I run a few different sites, but I wanted to share two. I'm not sure how many of you guys are into vampires, but I have seen a handful of PitBulls and crosses. 


Good Pit Bulls is obviously about Pit Bulls, different bloodlines, crosses, training, laws, statistics and history. I even have health tips, feeding, gifts and other stuff. 


Vampire Underworld is about vampire myths. You will also read about real accounts, historical vampires, types of vampires, vampires around the world and other odds and ends that surround vampires. 

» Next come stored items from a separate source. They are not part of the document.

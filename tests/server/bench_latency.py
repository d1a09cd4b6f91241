"""Latency of `conelang serve` on a generated 300-line file (not a test: run it by hand).

    python tests/server/bench_latency.py [LINES]

Prints the time from a change to the first and to the last diagnostics published, and the time
of hover (cold and cached), completion, semantic tokens and formatting requests.
"""
from __future__ import annotations

import asyncio
import random
import statistics
import sys
import time

from lsprotocol import types as T
from pygls.lsp.client import LanguageClient


def generate(lines: int = 300, seed: int = 1) -> str:
    rnd = random.Random(seed)
    out = ["# generated benchmark file", "lattice N = Z^3", "lattice P = Z^2", ""]
    i = 0
    while len(out) < lines - 3:
        i += 1
        rays = set()
        while len(rays) < rnd.randint(3, 4):
            rays.add((rnd.randint(-1, 2), rnd.randint(-1, 2), 1))    # cones over lattice polygons
        out.append(f"cone c{i} in N {{ rays " + " ".join(f"({a},{b},{c})" for a, b, c in sorted(rays)) + " }")
        out.append(f"expect c{i} pointed")
        out.append(f"expect c{i} dim = 3")
        if i % 3 == 0:
            out.append(f"cone d{i} = dual c{i}")
        if i % 5 == 0:
            out.append(f"expect c{i} generators = {rnd.randint(3, 9)}")
        if i % 7 == 0:
            out.append(f"# a comment about c{i}")
    out.append("map f : N -> P { rows (1,0,0) (0,1,0) }")
    out.append("cone q in P { rays (1,0) (0,1) }")
    return "\n".join(out) + "\n"


async def main(lines: int) -> None:
    text = generate(lines)
    uri = "file:///tmp/bench.cone"
    client = LanguageClient("bench", "1")
    events: list[tuple[float, int]] = []

    @client.feature(T.TEXT_DOCUMENT_PUBLISH_DIAGNOSTICS)
    def on_diagnostics(params: T.PublishDiagnosticsParams):
        events.append((time.monotonic(), len(params.diagnostics)))

    await client.start_io(sys.executable, "-m", "conelang.cli", "serve")
    await client.initialize_async(T.InitializeParams(capabilities=T.ClientCapabilities()))
    client.initialized(T.InitializedParams())

    async def settle(since: float, quiet: float = 2.0):
        while True:
            await asyncio.sleep(0.05)
            after = [e for e in events if e[0] >= since]
            if after and time.monotonic() - after[-1][0] > quiet:
                return after[0][0] - since, after[-1][0] - since, after[-1][1]

    t = time.monotonic()
    client.text_document_did_open(T.DidOpenTextDocumentParams(text_document=T.TextDocumentItem(
        uri=uri, language_id="cone", version=1, text=text)))
    first, last, n = await settle(t, 4.0)
    print(f"{text.count(chr(10))} lines, {n} diagnostics")
    print(f"open:            first diagnostics {first * 1000:7.0f} ms, final {last * 1000:7.0f} ms")
    version = 1
    for label, old, new in (("edit a ray", "cone c10 in N { rays", "cone c10 in N { rays (1,1,1)"),
                            ("edit a comment", "# a comment about c7", "# a comment about c7 (edited)"),
                            ("edit a ray again", "cone c20 in N { rays", "cone c20 in N { rays (2,1,1)")):
        text = text.replace(old, new, 1)
        version += 1
        t = time.monotonic()
        client.text_document_did_change(T.DidChangeTextDocumentParams(
            text_document=T.VersionedTextDocumentIdentifier(uri=uri, version=version),
            content_changes=[T.TextDocumentContentChangeWholeDocument(text=text)]))
        first, last, n = await settle(t)
        print(f"{label:16} first diagnostics {first * 1000:7.0f} ms, final {last * 1000:7.0f} ms"
              f" (includes the {150} ms debounce)")

    doc = T.TextDocumentIdentifier(uri=uri)

    async def timed(coro):
        t = time.monotonic()
        r = await coro
        return (time.monotonic() - t) * 1000, r

    def at(needle, delta=1):
        i = text.index(needle) + delta
        return T.Position(line=text.count("\n", 0, i), character=i - text.rfind("\n", 0, i) - 1)

    for name in ("c33", "c34"):
        ms, r = await timed(client.text_document_hover_async(T.HoverParams(text_document=doc, position=at(f"cone {name} ", 5))))
        ms2, _ = await timed(client.text_document_hover_async(T.HoverParams(text_document=doc, position=at(f"cone {name} ", 5))))
        print(f"hover {name}:       cold {ms:6.0f} ms, cached {ms2:6.0f} ms ({'computing' in r.contents.value and 'still computing' or 'complete'})")
    samples = []
    for _ in range(5):
        ms, _ = await timed(client.text_document_completion_async(T.CompletionParams(text_document=doc, position=at("expect c40 ", 11))))
        samples.append(ms)
    print(f"completion:      median {statistics.median(samples):6.0f} ms")
    ms, _ = await timed(client.text_document_semantic_tokens_full_async(T.SemanticTokensParams(text_document=doc)))
    print(f"semantic tokens: {ms:6.0f} ms")
    ms, _ = await timed(client.text_document_formatting_async(T.DocumentFormattingParams(
        text_document=doc, options=T.FormattingOptions(tab_size=2, insert_spaces=True))))
    print(f"formatting:      {ms:6.0f} ms")
    await client.shutdown_async(None)
    client.exit(None)
    await client.stop()


if __name__ == "__main__":
    asyncio.run(main(int(sys.argv[1]) if len(sys.argv) > 1 else 300))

Please let me know what you think.


----------



## bouaboua (Feb 8, 2014)

Thanks, But no Thanks.

I love all different breeds of dog but the things I hate is they only lives for 12~15 years. I can not bear the sadness when they depart. and 

Vampires...............I stick with the Torts.


----------



## naturalman91 (Apr 13, 2014)

thanks for the reads i love pits i have 2 but sadly my town is trying to ban them so i may actually be moving across country just to keep my babys my dog sasha is a service dog to me i'm completely deaf she's a "hound for the hard of hearing" she lets me know if my phone rings or doorbell or microwave or oven or fire i can hear some and i can speak but a lot of times it chose not to speak it's a little awkward when you can't hear yourself


----------



## Aunt Caffy (Jul 23, 2014)

naturalman91 said:


> thanks for the reads i love pits i have 2 but sadly my town is trying to ban them so i may actually be moving across country just to keep my babys my dog sasha is a service dog to me i'm completely deaf she's a "hound for the hard of hearing" she lets me know if my phone rings or doorbell or microwave or oven or fire i can hear some and i can speak but a lot of times it chose not to speak it's a little awkward when you can't hear yourself


I'd move, too, if someone said I couldn't have my dogs.


----------



## goReptiles (Jul 31, 2014)

naturalman91 said:


> thanks for the reads i love pits i have 2 but sadly my town is trying to ban them so i may actually be moving across country just to keep my babys my dog sasha is a service dog to me i'm completely deaf she's a "hound for the hard of hearing" she lets me know if my phone rings or doorbell or microwave or oven or fire i can hear some and i can speak but a lot of times it chose not to speak it's a little awkward when you can't hear yourself



If your dog is a certified service dog, she cannot be banned. It goes against handicapped laws. I forget which exactly. There was a case recently where someone's service pit bull was being discriminated against bc of breed and bans, and the person won bc of a handicap need for the service dog

But, otherwise, I would move as well. I read a story years back about a man who was told he had to give up his dog bc of breed. He did research on city limits and found if he moved over one block, he was technically in the city over and could keep his dog. 

Also, check to see if the bans that are being consider have grandfather clauses that would allow you to keep your dogs (if not certified as service dogs). Some breed bans will grandfather in existing dogs, given you follow various regulations.


----------